Dataset content START

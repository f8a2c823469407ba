"""Elimination by blocks over doubles: batches of dense matrices, one for each point.

For a front [[D, R], [B, F]] with the pivots' part D first, D⁻¹, U = D⁻¹·R and B are kept and
F - B·U goes to the parent. The same serves A·x = b and the transposed Aᵀ·y = c.
"""

from __future__ import annotations

from collections.abc import Collection, Mapping, Sequence
from dataclasses import dataclass

import numpy as np
from numpy.typing import NDArray

from acsolve.algebra.cores import spread
from acsolve.algebra.fronts import Front, Fronts
from acsolve.algebra.lu import (
    Element,
    Factors,
    Vector,
    backward,
    factor,
    transposed_down,
    transposed_up,
)

Array = NDArray[np.complex128]

_BATCH = 50  # points: larger batches leave the cache, smaller ones cost calls (empirical)


@dataclass(frozen=True, slots=True, eq=False)
class Eliminated:
    """A front after its elimination; shapes (points, lines, lines)."""

    front: Front
    inverse: Array
    right: Array
    below: Array


@dataclass(frozen=True, slots=True, eq=False)
class CutFactors:
    """A matrix eliminated along fronts, with one right-hand side solved; see `lu.Factors`.

    heavy : x of the dense part, shape (m, points).
    batches : points of each batch and its fronts; empty where they were not to be kept.
    """

    fronts: Fronts
    light: Factors
    heavy: Array
    batches: tuple[tuple[slice, tuple[Eliminated, ...]], ...]


def factor_cut(
    fronts: Fronts,
    entries: Sequence[Element],
    right: Mapping[int, Element],
    points: int,
    *,
    kept: Collection[int] | None = None,
) -> CutFactors:
    """Eliminate light steps one by one, then the blocks in batches of points, on all cores.

    Parameters
    ----------
    entries, right : as in `lu.factor`, over doubles.
    points : how many there are.
    kept : places of the light steps that will be used; with these named, nothing is kept
        for a transposed solution.

    """
    light = factor(fronts.light, entries, right, kept=kept)
    own = _stacked([light.values[slot] for slot in fronts.slots], points)
    heavy = _stacked([light.forward[row] for row in fronts.rows], points)

    def batch(here: slice) -> tuple[slice, tuple[Eliminated, ...]]:
        with np.errstate(all="ignore"):  # settings of the caller do not reach a thread
            done = eliminate(fronts, own[:, here])
            heavy[:, here] = solution(done, heavy[:, here].T.copy()).T
        return here, done if kept is None else ()

    slices = [slice(at, min(at + _BATCH, points)) for at in range(0, points, _BATCH)]
    return CutFactors(fronts, light, heavy, tuple(spread(batch, slices)))


def backward_cut(factors: CutFactors, steps: Collection[int] | None = None) -> Vector:
    """x by column; of the light steps only those named."""
    known = dict(zip(factors.fronts.columns, factors.heavy, strict=True))
    return backward(factors.light, steps, known)


def transposed_cut(factors: CutFactors, lefts: Sequence[Mapping[int, Element]]) -> list[Vector]:
    """y by row for each left-hand side c by column; see `lu.transposed`."""
    fronts, light = factors.fronts, factors.light
    size, points = light.plan.size, factors.heavy.shape[1]
    all_y: list[Vector] = [[None] * size for _ in lefts]
    wanted = np.empty((len(lefts), len(fronts.rows), points), dtype=complex)
    for left, y, target in zip(lefts, all_y, wanted, strict=True):
        sums: Vector = [None] * size
        for column, element in left.items():
            sums[column] = element
        transposed_down(light, sums, y)
        target[:] = _stacked([sums[column] for column in fronts.columns], points)

    def batch(item: tuple[slice, tuple[Eliminated, ...]]) -> None:
        here, done = item
        with np.errstate(all="ignore"):  # as above
            here_wanted = np.ascontiguousarray(wanted[:, :, here].transpose(2, 0, 1))
            wanted[:, :, here] = across(done, here_wanted).transpose(1, 2, 0)

    spread(batch, factors.batches)
    for y, found in zip(all_y, wanted, strict=True):
        for row, element in zip(fronts.rows, found, strict=True):
            y[row] = element
        transposed_up(light, y)
    return all_y


def _stacked(elements: Sequence[Element], points: int) -> Array:
    """Scalars, vectors and structural zeros as rows of one array."""
    rows = np.empty((len(elements), points), dtype=complex)
    for row, element in zip(rows, elements, strict=True):
        row[:] = 0.0 if element is None else element
    return rows


def eliminate(fronts: Fronts, own: Array) -> tuple[Eliminated, ...]:
    """All blocks, from the entries that the light steps left, shape (slots, points)."""
    left: dict[int, Array] = {}
    done: list[Eliminated] = []
    for place, front in enumerate(fronts.blocks):
        full = _assembled(front, own, left)
        pivots = len(front.pivots)
        inverse = _inverse(full[:, :pivots, :pivots])
        below = full[:, pivots:, :pivots]
        right = np.matmul(inverse, full[:, :pivots, pivots:])
        if len(front.others):
            rest = np.matmul(below, right)
            left[place] = np.subtract(full[:, pivots:, pivots:], rest, out=rest)
        done.append(Eliminated(front, inverse, right, np.ascontiguousarray(below)))
    return tuple(done)


def _assembled(front: Front, own: Array, left: dict[int, Array]) -> Array:
    first, last = front.own
    points, width = own.shape[1], front.width
    full = np.zeros((points, width * width), dtype=complex)
    full[:, front.own_at] = own[first:last].T
    for child, spots in front.children:
        full[:, spots] += left.pop(child).reshape(points, -1)
    return full.reshape(points, width, width)


def _inverse(matrices: Array) -> Array:
    """Inverses, shape (points, n, n); not a number where a matrix is singular."""
    try:
        return np.asarray(np.linalg.inv(matrices))
    except np.linalg.LinAlgError:
        found = np.full(matrices.shape, complex(np.nan, np.nan))
        for at, matrix in enumerate(matrices):
            try:
                found[at] = np.linalg.inv(matrix)
            except np.linalg.LinAlgError:
                continue  # stays not a number, so that the point shows as singular
        return found


def solution(done: Sequence[Eliminated], right: Array) -> Array:
    """x, shape (points, m), for a right-hand side of that shape, which is used up."""
    for item in done:
        pivots, others = item.front.pivots, item.front.others
        known = _times(item.inverse, right[:, pivots])
        right[:, pivots] = known
        right[:, others] -= _times(item.below, known)
    for item in reversed(done):
        pivots, others = item.front.pivots, item.front.others
        right[:, pivots] -= _times(item.right, right[:, others])
    return right


def _times(matrices: Array, vectors: Array) -> Array:
    return np.asarray(np.matmul(matrices, vectors[:, :, None])[:, :, 0])


def across(done: Sequence[Eliminated], left: Array) -> Array:
    """y of the transposed system, shape (points, outputs, m), from c of that shape, used up."""
    for item in done:
        pivots, others = item.front.pivots, item.front.others
        left[:, :, others] -= np.matmul(left[:, :, pivots], item.right)
    for item in reversed(done):
        pivots, others = item.front.pivots, item.front.others
        wanted = left[:, :, pivots] - np.matmul(left[:, :, others], item.below)
        left[:, :, pivots] = np.matmul(wanted, item.inverse)
    return left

Dataset content END

▸ **Work instruction**: Set down every line of the listing above again, exactly as given.

▸ **Task output**:
repository f8a2c823469407ba
"""Elimination by blocks over doubles: batches of dense matrices, one for each point.

For a front [[D, R], [B, F]] with the pivots' part D first, D⁻¹, U = D⁻¹·R and B are kept and
F - B·U goes to the parent. The same serves A·x = b and the transposed Aᵀ·y = c.
"""

from __future__ import annotations

from collections.abc import Collection, Mapping, Sequence
from dataclasses import dataclass

import numpy as np
from numpy.typing import NDArray

from acsolve.algebra.cores import spread
from acsolve.algebra.fronts import Front, Fronts
from acsolve.algebra.lu import (
    Element,
    Factors,
    Vector,
    backward,
    factor,
    transposed_down,
    transposed_up,
)

Array = NDArray[np.complex128]

_BATCH = 50  # points: larger batches leave the cache, smaller ones cost calls (empirical)


@dataclass(frozen=True, slots=True, eq=False)
class Eliminated:
    """A front after its elimination; shapes (points, lines, lines)."""

    front: Front
    inverse: Array
    right: Array
    below: Array


@dataclass(frozen=True, slots=True, eq=False)
class CutFactors:
    """A matrix eliminated along fronts, with one right-hand side solved; see `lu.Factors`.

    heavy : x of the dense part, shape (m, points).
    batches : points of each batch and its fronts; empty where they were not to be kept.
    """

    fronts: Fronts
    light: Factors
    heavy: Array
    batches: tuple[tuple[slice, tuple[Eliminated, ...]], ...]


def factor_cut(
    fronts: Fronts,
    entries: Sequence[Element],
    right: Mapping[int, Element],
    points: int,
    *,
    kept: Collection[int] | None = None,
) -> CutFactors:
    """Eliminate light steps one by one, then the blocks in batches of points, on all cores.

    Parameters
    ----------
    entries, right : as in `lu.factor`, over doubles.
    points : how many there are.
    kept : places of the light steps that will be used; with these named, nothing is kept
        for a transposed solution.

    """
    light = factor(fronts.light, entries, right, kept=kept)
    own = _stacked([light.values[slot] for slot in fronts.slots], points)
    heavy = _stacked([light.forward[row] for row in fronts.rows], points)

    def batch(here: slice) -> tuple[slice, tuple[Eliminated, ...]]:
        with np.errstate(all="ignore"):  # settings of the caller do not reach a thread
            done = eliminate(fronts, own[:, here])
            heavy[:, here] = solution(done, heavy[:, here].T.copy()).T
        return here, done if kept is None else ()

    slices = [slice(at, min(at + _BATCH, points)) for at in range(0, points, _BATCH)]
    return CutFactors(fronts, light, heavy, tuple(spread(batch, slices)))


def backward_cut(factors: CutFactors, steps: Collection[int] | None = None) -> Vector:
    """x by column; of the light steps only those named."""
    known = dict(zip(factors.fronts.columns, factors.heavy, strict=True))
    return backward(factors.light, steps, known)


def transposed_cut(factors: CutFactors, lefts: Sequence[Mapping[int, Element]]) -> list[Vector]:
    """y by row for each left-hand side c by column; see `lu.transposed`."""
    fronts, light = factors.fronts, factors.light
    size, points = light.plan.size, factors.heavy.shape[1]
    all_y: list[Vector] = [[None] * size for _ in lefts]
    wanted = np.empty((len(lefts), len(fronts.rows), points), dtype=complex)
    for left, y, target in zip(lefts, all_y, wanted, strict=True):
        sums: Vector = [None] * size
        for column, element in left.items():
            sums[column] = element
        transposed_down(light, sums, y)
        target[:] = _stacked([sums[column] for column in fronts.columns], points)

    def batch(item: tuple[slice, tuple[Eliminated, ...]]) -> None:
        here, done = item
        with np.errstate(all="ignore"):  # as above
            here_wanted = np.ascontiguousarray(wanted[:, :, here].transpose(2, 0, 1))
            wanted[:, :, here] = across(done, here_wanted).transpose(1, 2, 0)

    spread(batch, factors.batches)
    for y, found in zip(all_y, wanted, strict=True):
        for row, element in zip(fronts.rows, found, strict=True):
            y[row] = element
        transposed_up(light, y)
    return all_y


def _stacked(elements: Sequence[Element], points: int) -> Array:
    """Scalars, vectors and structural zeros as rows of one array."""
    rows = np.empty((len(elements), points), dtype=complex)
    for row, element in zip(rows, elements, strict=True):
        row[:] = 0.0 if element is None else element
    return rows


def eliminate(fronts: Fronts, own: Array) -> tuple[Eliminated, ...]:
    """All blocks, from the entries that the light steps left, shape (slots, points)."""
    left: dict[int, Array] = {}
    done: list[Eliminated] = []
    for place, front in enumerate(fronts.blocks):
        full = _assembled(front, own, left)
        pivots = len(front.pivots)
        inverse = _inverse(full[:, :pivots, :pivots])
        below = full[:, pivots:, :pivots]
        right = np.matmul(inverse, full[:, :pivots, pivots:])
        if len(front.others):
            rest = np.matmul(below, right)
            left[place] = np.subtract(full[:, pivots:, pivots:], rest, out=rest)
        done.append(Eliminated(front, inverse, right, np.ascontiguousarray(below)))
    return tuple(done)


def _assembled(front: Front, own: Array, left: dict[int, Array]) -> Array:
    first, last = front.own
    points, width = own.shape[1], front.width
    full = np.zeros((points, width * width), dtype=complex)
    full[:, front.own_at] = own[first:last].T
    for child, spots in front.children:
        full[:, spots] += left.pop(child).reshape(points, -1)
    return full.reshape(points, width, width)


def _inverse(matrices: Array) -> Array:
    """Inverses, shape (points, n, n); not a number where a matrix is singular."""
    try:
        return np.asarray(np.linalg.inv(matrices))
    except np.linalg.LinAlgError:
        found = np.full(matrices.shape, complex(np.nan, np.nan))
        for at, matrix in enumerate(matrices):
            try:
                found[at] = np.linalg.inv(matrix)
            except np.linalg.LinAlgError:
                continue  # stays not a number, so that the point shows as singular
        return found


def solution(done: Sequence[Eliminated], right: Array) -> Array:
    """x, shape (points, m), for a right-hand side of that shape, which is used up."""
    for item in done:
        pivots, others = item.front.pivots, item.front.others
        known = _times(item.inverse, right[:, pivots])
        right[:, pivots] = known
        right[:, others] -= _times(item.below, known)
    for item in reversed(done):
        pivots, others = item.front.pivots, item.front.others
        right[:, pivots] -= _times(item.right, right[:, others])
    return right


def _times(matrices: Array, vectors: Array) -> Array:
    return np.asarray(np.matmul(matrices, vectors[:, :, None])[:, :, 0])


def across(done: Sequence[Eliminated], left: Array) -> Array:
    """y of the transposed system, shape (points, outputs, m), from c of that shape, used up."""
    for item in done:
        pivots, others = item.front.pivots, item.front.others
        left[:, :, others] -= np.matmul(left[:, :, pivots], item.right)
    for item in reversed(done):
        pivots, others = item.front.pivots, item.front.others
        wanted = left[:, :, pivots] - np.matmul(left[:, :, others], item.below)
        left[:, :, pivots] = np.matmul(wanted, item.inverse)
    return left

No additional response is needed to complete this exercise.